Introducing Rakewell, Apollo’s wandering eye on the art world. Look out for regular posts taking a rakish perspective on art and museum stories.

Rakewell needs no reminding of the power of a good portrait, but it seems that nearly everyone else did. Providing a surprise refresher course is a painting of former British prime minister Theresa May. The portrait by Saied Dai was commissioned by the Speaker’s Advisory Committee on Works of Art (let’s just say Parliament) and unveiled this week to a wildly enthusiastic response. Although the reputation of the MP for Maidenhead has risen during the chaotic tenures of her successors (at three and counting since July 2019), it seems fair to say that the UK is not full of Theresa May-stans who have been too shy to declare their devotion until now.
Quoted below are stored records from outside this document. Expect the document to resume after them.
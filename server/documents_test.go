package main

import (
	"os"
	"path/filepath"
	"strings"
	"testing"
)

// The documents that the tests import. Their figures are invented.

// tide has a run and a sink; its text is spelled oddly on purpose, with 23.50
// and 2.5e1 and keys out of order.
func tide(tb testing.TB) string {
	tb.Helper()
	return testFile(tb, "tide.json")
}

// shelfLight is two strings of three LEDs on a resistor, by far simpler.
func shelfLight(tb testing.TB) string {
	tb.Helper()
	return testFile(tb, "shelf.json")
}

// titled is shelfLight with another title.
func titled(tb testing.TB, title string) string {
	tb.Helper()
	return strings.Replace(shelfLight(tb), "Shelf light", title, 1)
}

// overstacked is shelfLight with more LEDs than its supply can light.
func overstacked(tb testing.TB) string {
	tb.Helper()
	return strings.Replace(shelfLight(tb), `"quantity": 3}`, `"quantity": 9}`, 1)
}

// runaway is tide with a sink that has no way to shed its heat: it can be read
// but not solved.
func runaway(tb testing.TB) string {
	tb.Helper()
	return strings.NewReplacer(`"rth_junction_ambient": 120`, `"rth_junction_ambient": 10000`, `"ohms": 110`, `"ohms": 30`).Replace(tide(tb))
}

func testFile(tb testing.TB, name string) string {
	tb.Helper()
	content, err := os.ReadFile(filepath.Join("testdata", name))
	if err != nil {
		tb.Fatal(err)
	}
	return string(content)
}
The Rt Hon Theresa May MP (2023), Saied Dai. Photo: Peter Stone; © UK Parliament WOA 7741

The vibe, for most observers, has been Weimar – and the work does seem to owe something to the Neue Sachlichkeit. Your roving correspondent might also argue for a touch of Tamara de Lempicka-meets-Florentine Mannerism in the draping of the green fabric. Some critics have detected a military air in May’s wearing of her coat around her shoulders – and a Napoleonic hint in the placing of her right hand. And is it going to far to describe the blue of her jacket as Prussian blue? Praise of the portrait has often been accompanied with twinges of regret about the policies of its subject – but Rakewell can only commend the power of art to elevate, with a good portrait still winning over even the most polished photograph.
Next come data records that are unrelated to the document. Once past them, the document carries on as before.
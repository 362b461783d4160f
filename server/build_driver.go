package main

import (
	"fmt"
	"maps"
	"math"
	"slices"
	"strconv"

	"lanternbook/calc"
	"lanternbook/calc/quantity"
	"lanternbook/web"
)

// What a driver starts with where the one before it says nothing. All common
// practice, no source.
const (
	usualCurrent  = 0.02 // [A] where neither a wish nor an LED says one
	usualSense    = 2.0  // [V] across a sense resistor, but at most
	shareOfSupply = 0.1  // [1] of the supply
	limiterVBE    = 0.62 // [V] at which a two-transistor limiter holds
	sinkVBE       = 0.65 // [V] between a base and the top of its sense resistor
	pullupDrop    = 1.2  // [V] that a pull-up or base feed does not get
	leastBias     = 1e-3 // [A] through a pull-up, base feed or reference
	biasShare     = 0.02 // [1] of the string's current
)

// writeDriver gives a string another kind of driver. What fits the new kind
// stays: the sense resistor, the transistors; the rest is filled in for the
// current that the string was built for.
func writeDriver(d *draft, at, kind string, b calc.Build, drawer []web.Stock) error {
	i, err := stringIndex(at)
	if err != nil || i >= len(b.Strings) {
		return fmt.Errorf("there is no such string")
	}
	old := b.Strings[i].Driver
	s := starter{d: d, b: b, drawer: drawer, old: old, current: builtFor(b, i), supply: b.Supply.Voltage.Typ}
	switch kind {
	case calc.KindResistor:
		return d.set(at, s.resistor(i))
	case calc.KindTwoTransistor:
		return s.write(at, s.twoTransistor, calc.TypeNPN)
	case calc.KindFollowerSink:
		return s.write(at, s.followerSink, calc.TypeNPN, calc.TypePNP)
	case calc.KindReferenceSink:
		return s.write(at, s.referenceSink, calc.TypeNPN)
	case calc.KindRailSink:
		return s.railSink(at)
	case calc.KindOpampSink:
		return s.write(at, s.opampSink, calc.TypeOpamp, calc.TypeNMOS)
	case calc.KindRegulator:
		return s.write(at, s.regulator, calc.TypeRegulator)
	case calc.KindModule:
		return s.write(at, s.module, calc.TypeModule)
	}
	return fmt.Errorf("there is no such kind of driver")
}

// write gives the string a driver that needs a part of each of these types, in
// the order of the maker's arguments.
func (s starter) write(at string, maker func(parts []string) map[string]any, types ...string) error {
	keys, err := s.take(types...)
	if err != nil {
		return err
	}
	return s.d.set(at, maker(keys))
}

// take finds a part of each of these types and copies into the build what it
// does not have yet.
func (s starter) take(types ...string) ([]string, error) {
	for _, typ := range types { // before the first is copied: an edit is made whole or not at all
		if _, _, found := s.find(typ); !found {
			return nil, fmt.Errorf("this needs a part of type %s, and the drawer has none", typ)
		}
	}
	keys := make([]string, len(types))
	for i, typ := range types {
		key, stocked, _ := s.find(typ)
		if stocked {
			var err error
			if key, err = copyPart(s.d, key, s.drawer); err != nil {
				return nil, err
			}
		}
		keys[i] = key
	}
	return keys, nil
}

// stringIndex reads the string's number out of "/strings/3/driver".
func stringIndex(at string) (int, error) {
	parts := pointerTokens(at)
	if len(parts) < 2 {
		return 0, fmt.Errorf("%q is in no string", at)
	}
	return strconv.Atoi(parts[1])
}

// builtFor is the current that a string is meant to carry: the one wanted, else
// what its driver is set to, else what its first LED is measured at. [A]
func builtFor(b calc.Build, i int) float64 {
	s := b.Strings[i]
	if s.Wanted != nil && s.Wanted.Current != nil && *s.Wanted.Current > 0 {
		return *s.Wanted.Current
	}
	volts, sense := 0.0, calc.Resistor{}
	switch d := s.Driver; {
	case d.TwoTransistor != nil:
		volts, sense = limiterVBE, d.TwoTransistor.Sense
	case d.FollowerSink != nil:
		volts, sense = controlVolts(d.FollowerSink.Control, b.Supply.Voltage.Typ), d.FollowerSink.Sense
	case d.ReferenceSink != nil:
		volts, sense = d.ReferenceSink.Reference.Volts.Typ-sinkVBE, d.ReferenceSink.Sense
	case d.OpampSink != nil:
		volts, sense = controlVolts(d.OpampSink.Control, b.Supply.Voltage.Typ), d.OpampSink.Sense
	case d.RailSink != nil:
		volts, sense = railVolts(b, d.RailSink.Rail)-sinkVBE, d.RailSink.Sense
	case d.Regulator != nil:
		volts, sense = regulatorVolts, d.Regulator.Set
	case d.Resistor != nil:
		volts, sense = b.Supply.Voltage.Typ-forwardVolts(b, i), d.Resistor.Resistor
	}
	if volts > 0 && sense.Ohms > 0 {
		return volts / sense.Ohms
	}
	if len(s.LEDs) > 0 {
		if led := b.Parts[s.LEDs[0].Part].LED; led != nil && led.TestCurrent > 0 {
			return led.TestCurrent
		}
	}
	return usualCurrent
}

// forwardVolts is what the LEDs of a string take at their test currents. [V]
func forwardVolts(b calc.Build, i int) float64 {
	sum := 0.0
	for _, stack := range b.Strings[i].LEDs {
		if led := b.Parts[stack.Part].LED; led != nil {
			sum += led.ForwardVoltage.Typ * float64(stack.Quantity)
		}
	}
	return sum
}

// controlVolts is about what a control voltage is on a supply, both in volts.
func controlVolts(c calc.Control, supply float64) float64 {
	switch {
	case c.Volts != nil:
		return c.Volts.Typ
	case c.Pot != nil:
		if sum := c.Pot.Upper + c.Pot.Ohms + c.Pot.Lower; sum > 0 {
			return supply * (c.Pot.Lower + c.Pot.Turn*c.Pot.Ohms) / sum
		}
	case c.Divider != nil:
		if sum := c.Divider.Upper.Ohms + c.Divider.Lower.Ohms; sum > 0 {
			return supply * c.Divider.Lower.Ohms / sum
		}
	}
	return 0
}

// starter makes drivers for one string.
type starter struct {
	d       *draft
	b       calc.Build
	drawer  []web.Stock
	old     calc.Driver
	current float64 // [A]
	supply  float64 // [V]
}

func (s starter) resistor(i int) map[string]any {
	drop := s.supply - forwardVolts(s.b, i)
	if !(drop > 0) { // too many LEDs: the least drop that still limits anything
		drop = s.supply * shareOfSupply
	}
	ohms := preferred(drop / s.current)
	return map[string]any{"kind": calc.KindResistor, "resistor": fitted(ohms, 0.05, s.current)}
}

func (s starter) twoTransistor(transistors []string) map[string]any {
	return map[string]any{
		"kind": calc.KindTwoTransistor, "pass": transistors[0], "sensor": transistors[0],
		"bias": s.feed(), "sense": s.sense(preferred(limiterVBE / s.current)),
	}
}

func (s starter) followerSink(transistors []string) map[string]any {
	ohms := s.senseOhms(preferred(s.senseVolts() / s.current))
	return map[string]any{
		"kind": calc.KindFollowerSink, "npn": transistors[0], "pnp": transistors[1],
		"pullup": s.feed(), "sense": s.sense(ohms),
		"control": map[string]any{"volts": rounded(ohms * s.current), "ohms": 0},
	}
}

func (s starter) referenceSink(transistors []string) map[string]any {
	ohms := s.senseOhms(preferred(s.senseVolts() / s.current))
	return map[string]any{
		"kind": calc.KindReferenceSink, "npn": transistors[0], "bias": s.feed(), "sense": s.sense(ohms),
		"reference": map[string]any{"volts": rounded(ohms*s.current + sinkVBE), "tempco": 0, "ohms": 0},
	}
}

// senseVolts is what a sense resistor is given on this supply. [V]
func (s starter) senseVolts() float64 { return min(usualSense, shareOfSupply*s.supply) }

// senseOhms keeps the sense resistor of a sink whose set voltage can follow it,
// and takes another where there was none. [Ω]
func (s starter) senseOhms(otherwise float64) float64 {
	switch {
	case s.old.FollowerSink != nil:
		return s.old.FollowerSink.Sense.Ohms
	case s.old.ReferenceSink != nil:
		return s.old.ReferenceSink.Sense.Ohms
	case s.old.OpampSink != nil:
		return s.old.OpampSink.Sense.Ohms
	}
	return otherwise
}

// sense is a sense resistor: as exact and as large as the old one where there
// was one.
func (s starter) sense(ohms float64) map[string]any {
	r := fitted(ohms, 0.01, s.current)
	var old *calc.Resistor
	switch {
	case s.old.FollowerSink != nil:
		old = &s.old.FollowerSink.Sense
	case s.old.ReferenceSink != nil:
		old = &s.old.ReferenceSink.Sense
	case s.old.TwoTransistor != nil:
		old = &s.old.TwoTransistor.Sense
	case s.old.RailSink != nil:
		old = &s.old.RailSink.Sense
	case s.old.OpampSink != nil:
		old = &s.old.OpampSink.Sense
	}
	if old != nil {
		r["tolerance"] = old.Tolerance
		if old.Watts != nil {
			r["watts"] = *old.Watts
		}
	}
	return r
}

// feed is the resistor from the string's feed that brings a base or a reference
// its current.
func (s starter) feed() map[string]any {
	switch {
	case s.old.FollowerSink != nil:
		return resistorValue(s.old.FollowerSink.Pullup)
	case s.old.ReferenceSink != nil:
		return resistorValue(s.old.ReferenceSink.Bias)
	case s.old.TwoTransistor != nil:
		return resistorValue(s.old.TwoTransistor.Bias)
	}
	current := max(leastBias, biasShare*s.current)
	volts := max(s.supply-s.senseVolts()-pullupDrop, s.supply/2)
	return fitted(preferred(volts/current), 0.05, current)
}

// find returns the key of a transistor of this type: the string's own, else one
// that the build has, else one of the drawer, which must be copied.
func (s starter) find(typ string) (key string, stocked, found bool) {
	if d := s.old; typ == calc.TypeNPN {
		switch {
		case d.FollowerSink != nil:
			return d.FollowerSink.NPN, false, true
		case d.ReferenceSink != nil:
			return d.ReferenceSink.NPN, false, true
		case d.TwoTransistor != nil:
			return d.TwoTransistor.Pass, false, true
		case d.RailSink != nil:
			return d.RailSink.NPN, false, true
		}
	}
	for _, key := range slices.Sorted(maps.Keys(s.b.Parts)) {
		if s.b.Parts[key].Type == typ {
			return key, false, true
		}
	}
	for _, stock := range s.drawer {
		if stock.Part.Type == typ {
			return stock.Key, true, true
		}
	}
	return "", false, false
}

// fitted is a resistor of the smallest usual rating that this current loads to
// a half at most. [Ω], [1], [A]
func fitted(ohms, tolerance, current float64) map[string]any {
	watts := 0.25
	for _, rating := range []float64{0.25, 0.5, 1, 2, 3, 5, 10, 25} {
		watts = rating
		if rating*(1+1e-9) >= 2*current*current*ohms { // rounding must not double it
			break
		}
	}
	return map[string]any{"ohms": ohms, "tolerance": tolerance, "watts": watts}
}

func resistorValue(r calc.Resistor) map[string]any {
	value := map[string]any{"ohms": r.Ohms, "tolerance": r.Tolerance}
	if r.Watts != nil {
		value["watts"] = *r.Watts
	}
	return value
}

// preferred is the E24 value nearest to v, by ratio. [Ω]
func preferred(v float64) float64 {
	below, above := quantity.Nearest("E24", v)
	if v/below <= above/v {
		return below
	}
	return above
}

// rounded keeps three digits of a set voltage. [V]
func rounded(v float64) float64 {
	if !(v > 0) {
		return 0
	}
	scale := math.Pow10(2 - int(math.Floor(math.Log10(v))))
	return math.Round(v*scale) / scale
}

// writeControl gives a control voltage another form that makes about the same
// volts on this supply. [V]
func writeControl(d *draft, at, kind string, supply float64) error {
	var c calc.Control
	old, has := d.get(at)
	if has {
		if err := fromTree(old, &c); err != nil {
			return err
		}
	}
	volts := controlVolts(c, supply)
	share := 0.1
	if supply > 0 && volts > 0 {
		share = min(max(rounded(volts/supply), 0.01), 0.99)
	}
	switch kind {
	case web.ControlPot:
		return d.set(at, map[string]any{"pot": map[string]any{"ohms": 10000, "turn": share, "upper": 0, "lower": 0}})
	case web.ControlDivider:
		lower := preferred(share * 10000)
		return d.set(at, map[string]any{"divider": map[string]any{
			"upper": fitted(preferred(lower*(1-share)/share), 0.01, 0), "lower": fitted(lower, 0.01, 0),
		}})
	}
	return d.set(at, map[string]any{"volts": rounded(share * supply), "ohms": 0})
}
Cosimo de Medici in Armour (c. 1545), Bronzino.

Cosimo de Medici in Armour (c. 1545), Bronzino. Museo Nacional Thyssen-Bornemisza, Madrid

In May’s case, a direct comparison can be made with Annie Leibovitz’s portraits for the April 2017 issue of Vogue. The feature opened with May sitting on a green sofa and wearing a royal blue dress and coat. That coat was also draped around her shoulders, but the photographs capture a politician who seems to have wandered into a hostile environment of her own choosing. Dai’s portrait, by contrast, seems to depict May as she would like to be seen: too late for her political career but not, it turns out, for a flattering epitaph.